The Job Search System Is Broken.
- Kate Mayeski
- May 3
- 13 min read
And It’s Costing Good People Real Opportunities.
By Kate Mayeski
Transparency Note: This article is based on patterns I’m hearing in real conversations with job seekers, business owners, and professionals navigating today’s hiring market. Client details have been generalized for privacy. I’m also referencing a recent conversation between Simon Sinek and Dr. Eliza Filby on work, uncertainty, AI, and the erosion of mentorship in the workplace.
Quick read: Both sides are frustrated — and the problem isn't the people, it's what's happening in the middle.
Your resume passed ATS.

So why is nobody calling?
That question keeps coming up in different forms on my discovery calls. Someone walks me through everything they have tried: the applications, the resume edits, the ATS scans, the LinkedIn Premium subscription, the recruiter messages, the polite follow-ups, the waiting. They are not sitting around hoping opportunity falls out of the sky. They are doing the work, or at least doing the version of the work they were told to do.

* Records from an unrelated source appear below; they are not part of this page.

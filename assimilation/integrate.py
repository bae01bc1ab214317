"""Fixed-step, positivity-preserving, mass-conserving integrator of the model.

One step of length h is a Strang splitting (Strang 1968, SIAM J. Numer.
Anal. 5:506) of transport and local processes:

    transport(h/2) → processes(h) → transport(h/2)

* Transport through the basin network is linear in the state and is
  advanced exactly with the matrix exponential, coefficients frozen at the
  middle of the step (:func:`assimilation.hydraulics.propagators`).
* Local processes (growth, uptake, mortality, recycling, settling, sediment
  release) use the second-order modified Patankar scheme of Bruggeman,
  Burchard, Kooi & Sommeijer (2007), "A second-order, unconditionally
  positive, mass-conserving integration scheme for biochemical systems",
  Applied Numerical Mathematics 57:36–58. Each stage multiplies the whole
  tendency of a basin by one scalar p ∈ (0, ~1], the root of
  p = Π_j (c_j + p·h·f_j) / c_j* over the species j with a negative
  tendency, so every concentration stays positive and, because all
  processes are scaled alike, every linear invariant (total N, total P) is
  kept to round-off.

Vectorised over members and basins; the only Python loop is over time
steps. Drivers are interpolated once for all steps of a call.
"""
from __future__ import annotations

import math

import numpy as np

from assimilation import hydraulics, model
from assimilation.spec import Drivers, ModelSpec, StateLayout

_NEWTON_MAX_ITER = 50
_NEWTON_TOL = 1e-14
_TINY = 1e-300
#: 3-point Gauss–Legendre nodes and weights on [0, 1] (Abramowitz & Stegun 1964, 25.4.29)
_GAUSS_NODES = 0.5 + 0.5 * np.array([-np.sqrt(0.6), 0.0, np.sqrt(0.6)])
_GAUSS_WEIGHTS = np.array([5.0, 8.0, 5.0]) / 18.0


def _patankar_factor(a: np.ndarray, b: np.ndarray, d: np.ndarray, start: float = 0.0) -> np.ndarray:
    """Root p of p = Π_j (b_j − p·a_j) / d_j per (member, basin). [-]

    a ≥ 0 (zero for species left out), b, d > 0; arrays (M, B, S) → (M, B, 1).
    g(p) = p − Π(...) is increasing and concave on [0, min b/a), so Newton's
    method from a point left of the root (g ≤ 0) climbs monotonically to the
    root and never leaves the interval where all factors are positive. The
    iteration starts at ``start`` where that point is left of the root, else
    at 0.
    """
    shape = a.shape[:-1] + (1,)
    p = np.zeros(shape)
    if start > 0.0:
        rest = b - start * a
        ok = np.all(rest > 0, axis=-1, keepdims=True)
        ok &= start - np.prod(np.where(rest > 0, rest, 1.0) / d, axis=-1, keepdims=True) <= 0
        p = np.where(ok, start, 0.0)
    for _ in range(_NEWTON_MAX_ITER):
        rest = b - p * a
        h = np.prod(rest / d, axis=-1, keepdims=True)
        g = p - h
        dg = 1.0 + h * np.sum(a / rest, axis=-1, keepdims=True)
        step = g / dg
        p = p - step
        if np.max(np.abs(step)) < _NEWTON_TOL:
            break
    return p


def _patankar_update(C, Cstar, f, h, co):
    """One modified Patankar update of the local processes over h [d].

    C the state at the start of the step and Cstar the weighting state,
    blocks (M, B, 2 + G) [µg/L]; f the process fluxes (:class:`ProcessFluxes`).
    Each process is scaled by the ratio new/weighting of the species it
    consumes (Burchard, Deleersnijder & Meister 2003, Appl. Numer. Math.
    47:1; for processes with several reactants the product of the ratios,
    Broekhuizen et al. 2008, Appl. Numer. Math. 58:319):

    * losses of group g (mortality, settling) consume A_g: weight A_g'/A_g*;
    * growth of all groups consumes N and P: one weight q = (N'/N*)·(P'/P*).

    A_g' is linear in q and N', P' decrease linearly in q, so q is the root
    of a concave scalar equation (:func:`_patankar_factor`). Every process is
    scaled as a whole, so total N and P are conserved to round-off, and all
    concentrations stay positive.
    """
    a_n, a_p = co.n_to_chl, co.p_to_chl
    A, N, P = C[..., 2:], C[..., 0:1], C[..., 1:2]
    A_star = np.maximum(Cstar[..., 2:], _TINY)
    loss = f.mortality + f.settling
    denom = 1.0 + h * loss / A_star                          # A_g' = (A_g + h q G_g) / denom
    base_A = A / denom
    slope_A = h * f.growth / denom
    # N' = N + h Σ_g r a_N m_g (A_g'/A_g*) − q h a_N Σ_g G_g  =  alpha − beta q
    recycled_w = h * co.recycled * f.mortality / A_star      # per unit of A_g'
    ret0 = np.sum(recycled_w * base_A, axis=-1, keepdims=True)
    ret1 = np.sum(recycled_w * slope_A, axis=-1, keepdims=True)
    uptake = h * np.sum(f.growth, axis=-1, keepdims=True)
    source_p = h * np.asarray(f.sediment_phosphorus)
    if np.ndim(source_p):
        source_p = source_p[:, None]
    alpha = np.concatenate([N + a_n * ret0, P + a_p * ret0 + source_p], axis=-1)
    beta = np.concatenate([a_n * (uptake - ret1), a_p * (uptake - ret1)], axis=-1)
    beta = np.maximum(beta, 0.0)
    # a nutrient that growth does not consume (no growth, e.g. at night) drops out of q
    used = beta > 0
    q = _patankar_factor(np.where(used, beta, 0.0), np.where(used, alpha, 1.0),
                         np.where(used, np.maximum(Cstar[..., :2], _TINY), 1.0), start=0.99)
    out = np.empty(np.broadcast_shapes(C.shape, f.growth.shape[:-1] + (C.shape[-1],)))
    out[..., 2:] = base_A + q * slope_A
    out[..., :2] = np.maximum(alpha - q * beta, 0.0)
    return out


def _process_step(C, h, co, temp0, temp1, par_nodes):
    """Second-order modified Patankar–Runge–Kutta step of the local processes.

    Stage 1 is an explicit Euler predictor wherever it keeps every
    concentration of a basin above half its value, else the first-order
    Patankar update weighted by the old state; stage 2 is the MPRK22
    corrector (Burchard et al. 2003) with the mean of the two stages' fluxes,
    weighted by the predictor, which alone guarantees positivity and
    conservation (its weights are 1 + O(h²) for any first-order predictor).

    Both stages use the light factor averaged over the step by Gauss–Legendre
    quadrature at par_nodes (Q, B): irradiance changes within an hour far
    more than the state does (sunrise, sunset), and the trapezoidal rule of
    the two stages would misjudge the daily light dose by 2–3 %.
    """
    f0 = model.process_fluxes(C, co, temp0, par_nodes, _GAUSS_WEIGHTS)
    C1 = C + h * model.tendency_from_fluxes(f0, co)
    gentle = np.all(C1 >= 0.5 * C, axis=-1, keepdims=True)
    if not np.all(gentle):
        C1 = np.where(gentle, C1, _patankar_update(C, C, f0, h, co))
    f1 = model.process_fluxes(C1, co, temp1, par_nodes, _GAUSS_WEIGHTS)
    fm = model.ProcessFluxes(0.5 * (f0.growth + f1.growth), 0.5 * (f0.mortality + f1.mortality),
                             0.5 * (f0.settling + f1.settling),
                             0.5 * (np.asarray(f0.sediment_phosphorus) + np.asarray(f1.sediment_phosphorus)))
    return _patankar_update(C, C1, fm, h, co)


def _check_ensemble(E, layout: StateLayout) -> np.ndarray:
    E = np.asarray(E, dtype=float)
    if E.ndim != 2 or E.shape[1] != layout.n_state:
        raise ValueError(f"ensemble must have shape (members, {layout.n_state}), got {E.shape}")
    if not np.all(np.isfinite(E)):
        raise ValueError("ensemble contains NaN or inf")
    if np.any(E < 0):
        raise ValueError("ensemble contains negative concentrations; the model state must be non-negative")
    return E


def _step_grid(t0_d: float, times: np.ndarray, dt_d: float):
    """Time grid with steps ≤ dt between t0 and each save time, and the grid
    index of every save time."""
    grid = [np.array([t0_d])]
    index, n, t_prev = [], 0, t0_d
    for t in times:
        span = t - t_prev
        k = 0 if span <= 0 else max(1, math.ceil(span / dt_d - 1e-9))
        if k:
            grid.append(np.linspace(t_prev, t, k + 1)[1:])
        n += k
        index.append(n)
        t_prev = t
    return np.concatenate(grid), np.array(index)


def _run(E, spec, drivers, t0_d, save_times, dt_d, params):
    layout = StateLayout(spec)
    E = _check_ensemble(E, layout)
    drivers.check_against(spec)
    if not (isinstance(dt_d, (int, float)) and dt_d > 0 and math.isfinite(dt_d)):
        raise ValueError(f"dt_d must be a positive number of days, got {dt_d!r}")
    save_times = np.atleast_1d(np.asarray(save_times, dtype=float))
    if save_times.ndim != 1 or save_times.size == 0:
        raise ValueError("save_times_d must be a non-empty 1-D sequence of epoch days")
    if save_times[0] < t0_d or np.any(np.diff(save_times) < 0):
        raise ValueError("save_times_d must be non-decreasing and not before t0_d")
    model.check_time_range(drivers, t0_d, save_times[-1])
    co = model.coefficients(spec, params, E.shape[0])
    M = E.shape[0]

    grid, save_index = _step_grid(float(t0_d), save_times, float(dt_d))
    n_steps = grid.size - 1
    out = np.empty((save_times.size, M, layout.n_state))
    C = layout.blocks(E).copy()

    s_ptr = 0
    while s_ptr < save_index.size and save_index[s_ptr] == 0:
        out[s_ptr] = C.reshape(M, -1)
        s_ptr += 1
    if n_steps == 0:
        return out

    h_all = np.diff(grid)
    nodes = model.forcing_at(drivers, spec, grid)
    mids = model.forcing_at(drivers, spec, 0.5 * (grid[:-1] + grid[1:]))
    flowing = np.any(mids.inflow_m3_s > 0)
    if flowing:
        L = hydraulics.transport_matrix(spec, mids.inflow_m3_s)                      # (K, B, B)
        src = hydraulics.inflow_source(spec, mids.inflow_m3_s, mids.inflow_concentration_ugL)  # (K, B, S)
        # one propagator per distinct step length (the grid has at most a few)
        Phi = np.empty_like(L)
        Gam = np.empty_like(L)
        for h in np.unique(np.round(h_all, 15)):
            sel = np.isclose(h_all, h, rtol=1e-12, atol=0.0)
            Phi[sel], Gam[sel] = hydraulics.propagators(L[sel], 0.5 * h_all[sel][0])
        gain = Gam @ src                                                              # (K, B, S)

    temp = nodes.water_temperature_C
    par = model.forcing_at(drivers, spec, (grid[:-1, None] + h_all[:, None] * _GAUSS_NODES).ravel()).par_W_m2
    par = par.reshape(n_steps, _GAUSS_NODES.size, spec.n_basins)
    for k in range(n_steps):
        h = h_all[k]
        if flowing:
            C = Phi[k] @ C + gain[k]
        C = _process_step(C, h, co, temp[k], temp[k + 1], par[k])
        if flowing:
            C = Phi[k] @ C + gain[k]
        while s_ptr < save_index.size and save_index[s_ptr] == k + 1:
            out[s_ptr] = C.reshape(M, -1)
            s_ptr += 1
    return out


def advance(E, spec: ModelSpec, drivers: Drivers, t0_d: float, t1_d: float, *,
            dt_d: float = 1.0 / 24.0, params: dict | None = None) -> np.ndarray:
    """Advance an ensemble from t0_d to t1_d [epoch days]; returns (M, n_state) [µg/L].

    E (M, n_state) [µg/L], non-negative, layout of :class:`StateLayout`;
    dt_d [d] the largest step (the span is split into equal steps ≤ dt_d);
    params: per-member parameters, keys among ``model.PARAMETER_KEYS``,
    shape (M, G) [1/d]. Drivers must cover [t0_d, t1_d].
    """
    if t1_d < t0_d:
        raise ValueError(f"t1_d ({t1_d}) must not be before t0_d ({t0_d})")
    return _run(E, spec, drivers, float(t0_d), [float(t1_d)], dt_d, params)[0]


def simulate(E, spec: ModelSpec, drivers: Drivers, t0_d: float, save_times_d, *,
             dt_d: float = 1.0 / 24.0, params: dict | None = None) -> np.ndarray:
    """Integrate from t0_d and return the state at each save time, (S, M, n_state) [µg/L].

    save_times_d (S,) [epoch days], non-decreasing, ≥ t0_d (t0_d itself gives
    the initial state). Between save times the span is split into equal
    steps ≤ dt_d [d]. Other arguments as in :func:`advance`.
    """
    return _run(E, spec, drivers, float(t0_d), save_times_d, dt_d, params)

Then they pause and say some version of, “I don’t know what else to do.”
One recent client had applied to roughly 300 jobs. Her resume had passed the ATS score test her university career center used. On paper, she had done the “right” things: clean format, green score, keywords included. Still, no real movement.
“My resume passed the university ATS score requirement. I don’t know what else to do.”
That is the problem with the way we talk about ATS. We have made it sound like passing the software means the resume is working. Sometimes it only means the software can read it. Those are not the same thing.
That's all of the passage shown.